How to Fire Up Your Creativity for a World Class Content Marketing Program


6 Sparks That Will Fire Up Your Imagination

Screen_Shot_2016-10-18_at_10.49.02_AM.pngEvery year, the Content Marketing Institute publishes their B2B Content Marketing Benchmarks, Budgets, and Trends— North America report.

In their 2016 report, they cite research findings that 88% of all B2B companies are doing content marketing. At the same time, about 60% of those companies say that producing engaging content and producing content consistently are among their top 5 challenges.

None of these stats are particularly surprising to me. It’s hard to find a B2B firm that hasn’t heard of the absolute value and necessity for content marketing, but not every firm has the creative chops to produce and publish consistently good content.

But I’m not talking about content tactics, like “Hey gang, let’s do a video!” I’m talking about the creativity and imagination for identifying a subject, and then addressing that subject in a way that’s interesting, compelling, and different from what competitors may (or may not) be doing.

It’s time to get creative.

Six Ways to Stimulate the Creative Writer Within You

If you’re in need of a way to find some inspiration for content that can build your corporate or personal brand, or generate leads, here’s a list of a half dozen “source ideas” that I use with LeadG2’s clients. A “source idea” is a catalyst for identifying a subject or topic for content. In effect, it’s the creative spark that can fire up your imagination.

1. Impactful Change

There’s an endless uplpy of source ideas that spring from changes that will have an impact on your clients and prospects. They can be changes to a product spec, a new law or regulation, research identifying new helpful insights, product recalls, and so on. But it’s not enough just to identify the change agent in order to produce great, creative content. In order to turn this type of source idea into engaging content, you need to address the how’s and why’s of that change, and ways that change can be addressed.

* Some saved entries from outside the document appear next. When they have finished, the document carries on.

package spanwright.exchange;

import java.io.ByteArrayInputStream;
import java.io.IOException;
import java.io.InputStream;
import java.nio.file.Files;
import java.nio.file.Path;
import java.util.List;
import java.util.Map;
import java.util.Objects;
import java.util.TreeMap;

/**
 * A records folder in memory.
 *
 * @param files what each file holds
 * @param spoilt what has been done to it
 */
record FolderBytes(Map<String, byte[]> files, String spoilt) implements Source {

    /** The folder as it lies on disk. */
    static FolderBytes of(Path folder) throws IOException {
        Map<String, byte[]> files = new TreeMap<>();
        try (Source source = Source.folder(folder)) {
            for (String name : source.names()) {
                if (name.endsWith(".csv")) {
                    files.put(name, Files.readAllBytes(folder.resolve(name)));
                }
            }
        }
        return new FolderBytes(files, "nothing");
    }

    /** The same with other bytes in one file. */
    FolderBytes with(String file, byte[] bytes, String done) {
        Map<String, byte[]> changed = new TreeMap<>(files);
        changed.put(file, bytes);
        return new FolderBytes(changed, done + " in " + file);
    }

    /** What a file holds. */
    byte[] bytes(String file) {
        return Objects.requireNonNull(files.get(file), file);
    }

    /** How many lines a file has, one at least. */
    int lines(String file) {
        int lines = 1;
        for (byte one : bytes(file)) {
            lines += one == '\n' ? 1 : 0;
        }
        return lines;
    }

    @Override
    public List<String> names() {
        return List.copyOf(files.keySet());
    }

    @Override
    public InputStream open(String name) {
        return new ByteArrayInputStream(bytes(name));
    }

    @Override
    public void close() {
        // Holds nothing.
    }
}
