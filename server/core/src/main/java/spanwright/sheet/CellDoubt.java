package spanwright.sheet;

/**
 * A cell of a pasted block that is not understood.
 *
 * @param row the row of the block, from 1
 * @param column the cell in the row, from 1
 * @param text what stands in it
 * @param mend what would be right, in a sentence
 */
public record CellDoubt(int row, int column, String text, String mend) {}
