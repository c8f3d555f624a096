package spanwright.exchange;

import static java.nio.charset.StandardCharsets.UTF_8;
import static org.assertj.core.api.Assertions.assertThat;

import java.io.ByteArrayInputStream;
import java.io.InputStream;
import java.util.List;
import java.util.Map;
import java.util.stream.Stream;
import org.junit.jupiter.api.Tag;
import org.junit.jupiter.api.Test;
import org.junit.jupiter.params.ParameterizedTest;
import org.junit.jupiter.params.provider.Arguments;
import org.junit.jupiter.params.provider.MethodSource;
import spanwright.network.Snapshot;

/** Files far larger than memory, of which one row, line or cell is nearly all: told at its line, never held. */
class VastFileTest {

    private static final String HEADER = "structure,kind,lon,lat,note\n";
    private static final String SOUND = "A,pole,0,0,\n";
    private static final long SHARE = 48L << 20;
    private static final long WHOLE = 4L << 30;

    /** What a file holds: a beginning, then a piece again and again, then an end. */
    private record Vast(String before, String piece, String after) {

        InputStream bytes(long size) {
            return new Repeated(this, size);
        }
    }

    /** The bytes of a vast file, of which one piece at a time is there. */
    private static final class Repeated extends InputStream {

        private final byte[] many;
        private final byte[] after;
        private ByteArrayInputStream piece;
        private long times;

        Repeated(Vast vast, long size) {
            this.many = vast.piece.repeat((1 << 16) / vast.piece.length()).getBytes(UTF_8);
            this.after = vast.after.getBytes(UTF_8);
            this.piece = new ByteArrayInputStream(vast.before.getBytes(UTF_8));
            this.times = size / many.length;
        }

        @Override
        public int read() {
            throw new UnsupportedOperationException("bytes are read by many");
        }

        @Override
        public int read(byte[] into, int from, int length) {
            int got = piece.read(into, from, length);
            while (got < 0 && times >= 0) {
                piece = new ByteArrayInputStream(times == 0 ? after : many);
                times--;
                got = piece.read(into, from, length);
            }
            return got;
        }
    }

    private static Arguments vast(String name, String before, String piece, String after, String... faults) {
        return Arguments.of(name, new Vast(before, piece, after), List.of(faults));
    }

    static Stream<Arguments> files() {
        String tooLong = "a row of more than 4,194,304 characters; no row needs as many - is a quote left open?";
        return Stream.of(
                vast(
                        "a plain cell",
                        HEADER + SOUND + "B,pole,0,0,",
                        "x",
                        "\nC,pole,0,91,\n",
                        "3: " + tooLong,
                        "4: lat"),
                vast(
                        "a cell in quotes",
                        HEADER + "B,pole,0,0,\"",
                        "xyz \"\" ",
                        "\"\nC,tower,0,0,\n",
                        "2: " + tooLong,
                        "3: kind"),
                vast("a quote left open", HEADER + SOUND + "B,pole,0,0,\"open\n", "C,pole,0,0,\n", "", "3: " + tooLong),
                vast("letters of four bytes", HEADER + "B,pole,0,0,", "\uD83D\uDE00", "\n", "2: " + tooLong),
                vast("cells without end", HEADER + "B,pole,0,0", ",", "\n", "2: more than 1,000 fields"),
                vast("a header without end", "structure,kind,lon,lat", ",note", "\n", "1: more than 1,000 fields"),
                vast("a name without end", "", "structure", "\n", "1: " + tooLong),
                vast("nothing but NUL", HEADER, "\0", "", "2: a control character U+0000"),
                vast(
                        "a cell before text behind its quote",
                        HEADER + "\"B\"",
                        "b",
                        "\n",
                        "2: text after the closing quote"));
    }

    private static List<String> faults(String file, InputStream bytes) {
        Source source = new Source() {
            @Override
            public List<String> names() {
                return List.of(file);
            }

            @Override
            public InputStream open(String name) {
                return bytes;
            }

            @Override
            public void close() {
                // Holds nothing.
            }
        };
        return FolderLoad.load(source, Snapshot.empty().edit()).stream()
                .map(Fault::toString)
                .toList();
    }

    private static void assertTold(Vast vast, long size, List<String> expected) {
        List<String> faults = faults("structures.csv", vast.bytes(size));
        assertThat(faults).hasSameSizeAs(expected);
        for (int index = 0; index < expected.size(); index++) {
            assertThat(faults.get(index)).startsWith("structures.csv:" + expected.get(index));
        }
    }

    @ParameterizedTest(name = "{0}")
    @MethodSource("files")
    void is_told_at_its_line(String name, Vast vast, List<String> expected) {
        assertTold(vast, SHARE, expected);
    }

    /** More than any heap of the tests holds. */
    @Tag("slow")
    @ParameterizedTest(name = "{0}")
    @MethodSource("files")
    void of_four_gigabytes_is_told_at_its_line(String name, Vast vast, List<String> expected) {
        assertTold(vast, WHOLE, expected);
    }

    @Test
    void no_more_than_the_longest_row_is_held() throws java.io.IOException {
        Vast vast = new Vast(HEADER + "B,pole,0,0,", "x", "\nC,pole,0,0,\n");
        CsvReader reader = new CsvReader(vast.bytes(SHARE), (line, text) -> {});
        assertThat(reader.first()).isTrue();
        assertThat(reader.next()).isTrue();
        assertThat(reader.line()).isEqualTo(3);
        assertThat(reader.chars().length).isLessThanOrEqualTo(2 * CsvReader.MOST_CHARS);
    }

    @Test
    void a_base_map_is_bounded_as_a_whole_in_one_feature_and_in_one_text() {
        String begin = "{\"type\": \"FeatureCollection\", \"features\": [\n";
        String line = "{\"type\": \"Feature\", \"properties\": {\"layer\": \"water\"}, \"geometry\":"
                + " {\"type\": \"LineString\", \"coordinates\": [";
        Map<Vast, String> expected = Map.of(
                new Vast(begin + line, "[0, 0], ", "[0, 0]]}}]}"),
                "2: cannot be read on from here: a feature of more than half a million positions",
                new Vast(begin + "{\"type\": \"", "x", "\"}]}"),
                "2: is no JSON",
                new Vast(begin, "[", "]}"),
                "2: is no JSON",
                new Vast(begin, "\n", "x]}"),
                "50");
        expected.forEach((vast, fault) -> assertThat(faults("basemap.geojson", vast.bytes(SHARE)))
                .singleElement()
                .asString()
                .startsWith("basemap.geojson:" + fault));
    }
}
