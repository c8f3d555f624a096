package spanwright.sheet;

import java.util.HashMap;
import java.util.List;
import java.util.Map;
import java.util.stream.IntStream;
import org.jspecify.annotations.Nullable;
import spanwright.plant.FiberRange;
import spanwright.records.EndNames;
import spanwright.splicing.EndCondition;
import spanwright.splicing.EndRange;
import spanwright.splicing.Leg;

/** The ends that a sheet has named so far: each once, within the glass or within its planned job. */
final class NamedEnds {

    private final EndNames names;
    private final List<Mistake> mistakes;
    private final Map<String, Map<Long, Statement>> byJob = new HashMap<>();

    NamedEnds(EndNames names, List<Mistake> mistakes) {
        this.names = names;
        this.mistakes = mistakes;
    }

    /** Takes a statement's ends; false, and a mistake, where one of them was named before. */
    boolean take(Statement statement) {
        Map<Long, Statement> seen = byJob.computeIfAbsent(statement.job(), job -> new HashMap<>());
        for (EndRange ends : statement.ends()) {
            for (int index = 0; index < ends.count(); index++) {
                Statement earlier = seen.get(ends.key(index));
                if (earlier != null) {
                    mistakes.add(twice(statement, earlier, ends, ends.key(index)));
                    return false;
                }
            }
        }
        List<EndRange> sides = statement.ends();
        for (EndRange ends : sides) {
            for (int index = 0; index < ends.count(); index++) {
                if (seen.put(ends.key(index), statement) == statement) {
                    sides.forEach(side -> forget(seen, side, statement));
                    mistakes.add(itself(statement, ends, ends.key(index)));
                    return false;
                }
            }
        }
        return true;
    }

    private static void forget(Map<Long, Statement> seen, EndRange side, Statement statement) {
        for (int index = 0; index < side.count(); index++) {
            seen.remove(side.key(index), statement);
        }
    }

    private Mistake itself(Statement statement, EndRange ends, long key) {
        return new Mistake(
                placeOf(statement, ends),
                "end-joined-twice",
                names.end(key) + " stands on both sides of this line.",
                "Each end is joined once: name two ranges that do not meet.");
    }

    private Mistake twice(Statement statement, Statement earlier, EndRange ends, long key) {
        boolean cutAndThrough = isThrough(statement) != isThrough(earlier);
        String line = "line " + earlier.place().line();
        return new Mistake(
                placeOf(statement, ends),
                cutAndThrough ? "through-and-cut" : "end-joined-twice",
                cutAndThrough
                        ? names.end(key) + " would go through uncut and be cut as well, see " + line + "."
                        : names.end(key) + " is named in " + line + " already.",
                cutAndThrough
                        ? "A fiber goes through or is cut: look into the tube, and leave it out of one of the lines."
                        : "Each end stands once in a sheet: mend the range of one of the two lines.");
    }

    private static boolean isThrough(Statement statement) {
        return statement instanceof Statement.States states && states.condition() == EndCondition.THROUGH;
    }

    private static TextPlace placeOf(Statement statement, EndRange ends) {
        if (statement instanceof Statement.Joins joins) {
            return ends.equals(joins.a()) ? joins.aPlace() : joins.bPlace();
        }
        return statement.place();
    }

    /** Whether an end in the glass has been named. */
    boolean has(Leg leg, int number) {
        return find(leg, number) != null;
    }

    /** What has been said of an end in the glass, or null. */
    @Nullable
    Statement find(Leg leg, int number) {
        return byJob.getOrDefault("", Map.of()).get(leg.key(number));
    }

    /** The fibers of a leg that have not been named. */
    List<FiberRange> unnamed(CableLeg leg) {
        return FiberRange.listOf(IntStream.rangeClosed(1, leg.type().fibers()).filter(fiber -> !has(leg.leg(), fiber)));
    }
}
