package spanwright.suspicion;

import java.util.ArrayList;
import java.util.BitSet;
import java.util.LinkedHashSet;
import java.util.List;
import java.util.Set;

/** A cause that is weighed: its units, how likely it is before any alarm, and the listed circuits that it takes. */
final class Candidate {

    final Suspect.Kind kind;
    /** Bit i for the listed circuit i. */
    final BitSet circuits = new BitSet();
    /** Units in order along the first circuit's route. */
    final Set<Integer> units = new LinkedHashSet<>();

    final List<String> tubes = new ArrayList<>();
    private final List<Integer> members = new ArrayList<>();
    private double prior;
    private int explains;
    private int contradicts;
    private int guide = -1;

    Candidate(Suspect.Kind kind) {
        this.kind = kind;
    }

    void add(int unit, double probability) {
        members.add(unit);
        prior += probability;
    }

    void counts(int down, int up) {
        explains = down;
        contradicts = up;
    }

    /** A circuit lives on one of its units; the first to do so gives them their order. */
    void met(int circuit, int unit) {
        circuits.set(circuit);
        if (guide < 0) {
            guide = circuit;
        }
        if (guide == circuit) {
            units.add(unit);
        }
    }

    /** Its units in the order of their numbers. */
    List<Integer> members() {
        return members;
    }

    double prior() {
        return prior;
    }

    int explains() {
        return explains;
    }

    int contradicts() {
        return contradicts;
    }

    double score() {
        return Likelihood.score(prior, explains, contradicts);
    }
}
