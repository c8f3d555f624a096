package spanwright.sheet;

/**
 * Where something stands in a sheet.
 *
 * @param line from 1
 * @param column the first character, from 1
 * @param length how many characters, 0 for the place where something is missing
 */
public record TextPlace(int line, int column, int length) {

    /** From the beginning of one place to the end of another in the same line. */
    TextPlace to(TextPlace other) {
        return new TextPlace(line, column, other.column + other.length - column);
    }
}
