package spanwright.exchange;

import static org.assertj.core.api.Assertions.assertThat;
import static org.assertj.core.api.Assertions.assertThatThrownBy;

import java.io.IOException;
import java.nio.file.FileAlreadyExistsException;
import java.nio.file.Files;
import java.nio.file.Path;
import org.junit.jupiter.api.Test;
import org.junit.jupiter.api.io.TempDir;
import org.junit.jupiter.params.ParameterizedTest;
import org.junit.jupiter.params.provider.ValueSource;
import spanwright.journal.Change;
import spanwright.network.Snapshot;
import spanwright.network.SnapshotEditor;
import spanwright.plant.Setting;
import spanwright.plants.RandomPlant;
import spanwright.records.Records;

/** An export is there whole, or nothing of it is; one that failed is not in the way of the next. */
class FolderExportTest {

    @TempDir
    Path temp;

    private static Records plant() {
        return RandomPlant.of(7).entered();
    }

    private static Records loaded(Path path) {
        SnapshotEditor editor = Snapshot.empty().edit();
        assertThat(FolderLoad.load(path, editor, FolderLoad.Progress.NONE)).isEmpty();
        return editor.build(1).records();
    }

    @ParameterizedTest
    @ValueSource(strings = {"out", "out.zip", "OUT.ZIP"})
    void what_is_there_already_is_left_as_it_is(String name) throws IOException {
        FolderExport.write(plant(), temp.resolve(name));
        assertThatThrownBy(() -> FolderExport.write(Records.empty(), temp.resolve(name)))
                .isInstanceOf(FileAlreadyExistsException.class);
        assertThat(RecordTexts.of(loaded(temp.resolve(name)))).isEqualTo(RecordTexts.of(plant()));
        assertThat(temp.toFile().list()).containsExactly(name);
    }

    @Test
    void an_empty_folder_is_filled() throws IOException {
        Files.createDirectory(temp.resolve("out"));
        FolderExport.write(plant(), temp.resolve("out"));
        assertThat(RecordTexts.of(loaded(temp.resolve("out")))).isEqualTo(RecordTexts.of(plant()));
    }

    /** The file of a killed export of old lies where a fixed name would be used again. */
    @ParameterizedTest
    @ValueSource(strings = {"out", "out.zip"})
    void what_a_killed_export_left_is_in_nobody_s_way(String name) throws IOException {
        Files.createDirectory(temp.resolve(name + ".part"));
        Files.writeString(temp.resolve(name + ".part").resolve("structures.csv"), "half a ro");
        FolderExport.write(plant(), temp.resolve(name));
        assertThat(RecordTexts.of(loaded(temp.resolve(name)))).isEqualTo(RecordTexts.of(plant()));
    }

    @ParameterizedTest
    @ValueSource(strings = {"out", "out.zip", "out.geojson"})
    void one_that_fails_leaves_nothing(String name) throws IOException {
        Path out = temp.resolve(name);
        assertThatThrownBy(() -> Unfinished.write(out, part -> {
                    if (name.equals("out")) {
                        Files.createDirectory(part);
                        Files.writeString(part.resolve("structures.csv"), "half a ro");
                    } else {
                        Files.writeString(part, "half a ro");
                    }
                    throw new IOException("the disk is full");
                }))
                .hasMessage("the disk is full");
        assertThat(temp).isEmptyDirectory();
        FolderExport.write(plant(), out);
        assertThat(out).exists();
    }

    @Test
    void a_folder_that_is_not_there_is_told() {
        assertThatThrownBy(() -> FolderExport.write(plant(), temp.resolve("no/out.zip")))
                .isInstanceOf(IOException.class);
        assertThat(temp).isEmptyDirectory();
    }

    /** Nothing recorded but that nothing is: the least folder that can be loaded. */
    @ParameterizedTest
    @ValueSource(strings = {"out", "out.zip"})
    void records_without_plant_are_written_and_read_again(String name) throws IOException {
        SnapshotEditor editor = Snapshot.empty().edit();
        editor.apply(Change.add(new Setting(1, "owner", "Nobody yet")));
        Records records = editor.build(1).records();
        FolderExport.write(records, temp.resolve(name));
        assertThat(RecordTexts.of(loaded(temp.resolve(name)))).isEqualTo(RecordTexts.of(records));
    }

    @ParameterizedTest
    @ValueSource(strings = {"out", "out.zip"})
    void empty_records_are_written_and_read_again(String name) throws IOException {
        FolderExport.write(Records.empty(), temp.resolve(name));
        assertThat(RecordTexts.of(loaded(temp.resolve(name)))).isEmpty();
    }
}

2. Interview Your Sales or Business Development Team

A great place for source ideas are the people in your company that are on the front lines, interfacing with your clients and prospects. Simply ask them this question: “What are the top 3 questions you’re getting about _________?” These questions are a gateway to creativity, and ultimately, a path to writing and producing engaging content. Identifying these questions, addressing solutions, or even taking another step to interview clients and prospects to uncover deeper insights about the nature of a particular pain can be a foundation for engaging content.

Partner Guide to Content Marketing

3. “Jacking”

A while back, a fellow named David Meerman Scott wrote a book called How to Inject Your Ideas into a Breaking News Story and Generate Tons of Media Coverage, where he introduced the idea of “newsjacking.” He calls newsjacking “the art and science of injecting your ideas into a breaking news story and generating tons of media coverage and social media engagement.” Check out this blog post (“The Inbound Marketer’s guide to Newsjacking”) from HubSpot that has more insights on how to use this source idea in your content marketing program. 

4. Talk–a–Trend

Source ideas can also come from discussing trends and your perspective on those trends. You may be in a position to identify a trend that’s relevant to your clients and prospects, but there are also resources that may be able to do that heavy lift for you. A couple of great places to identify what’s trending include Quora, Google Trends, and

5. Survey

Surveys are one of my favorite tactics for content source ideas because they’re proprietary—meaning you get a first-to-market advantage for turning data and insights into compelling content. For example, we helped one client with a survey for an industry niche practice that produced ideas for a dozen blog posts, a whitepaper, a slide show, an Executive Summary report, and press releases, all in addition to generating dozens of new business leads. Not too shabby an ROI, eh? Check out these posts about doing surveys.

6. Mine Trade Association Content

Trade association newsletters, emails, LinkedIn groups, Facebook pages, Twitter accounts, topics delivered through webinars or seminars, educational opportunities, and on and on represent a goldmine of source ideas for content. Let the association do the heavy lift of being the author of a source idea, and you can then add your perspectives and insights about the subject they’ve identified as being of interest to the stakeholders they serve.

BTW, this is just a fraction of what I might bring to the table when creating the content marketing section of a client’s overall strategic marketing plan. I’ve got to keep some secrets, but I’m happy to share some thoughts about what your company can might be able to do. Connect with me at (585) 750-8258.

Turning Your Spark into a Flame and Ultimately, an Explosion of New Business

As it was written and sung, you’ve only just begun. (Musical interlude here.)

To turn that spark of creativity and imagination into content that can serve brand building and lead generation purposes, your source idea needs a subject, a writer to script or craft the content, a decision on format (i.e. blog, video, whitepaper, podcast), production, and publication. Each of these steps also requires creativity, and it’s likely that you’ll need a team to see these action items come to fruition. 

But you’re not quite done.

You’ve got to get eyeballs on that content. That means having a content promotion strategy and tactics in place. This too requires creativity and a team, and most likely, an investment that can include resources ranging from people time to pay per click. 

The spark, the script, the media, the promotion are critical for a content marketing program that’s inspirational and a critical part of your competitive differentiation strategy.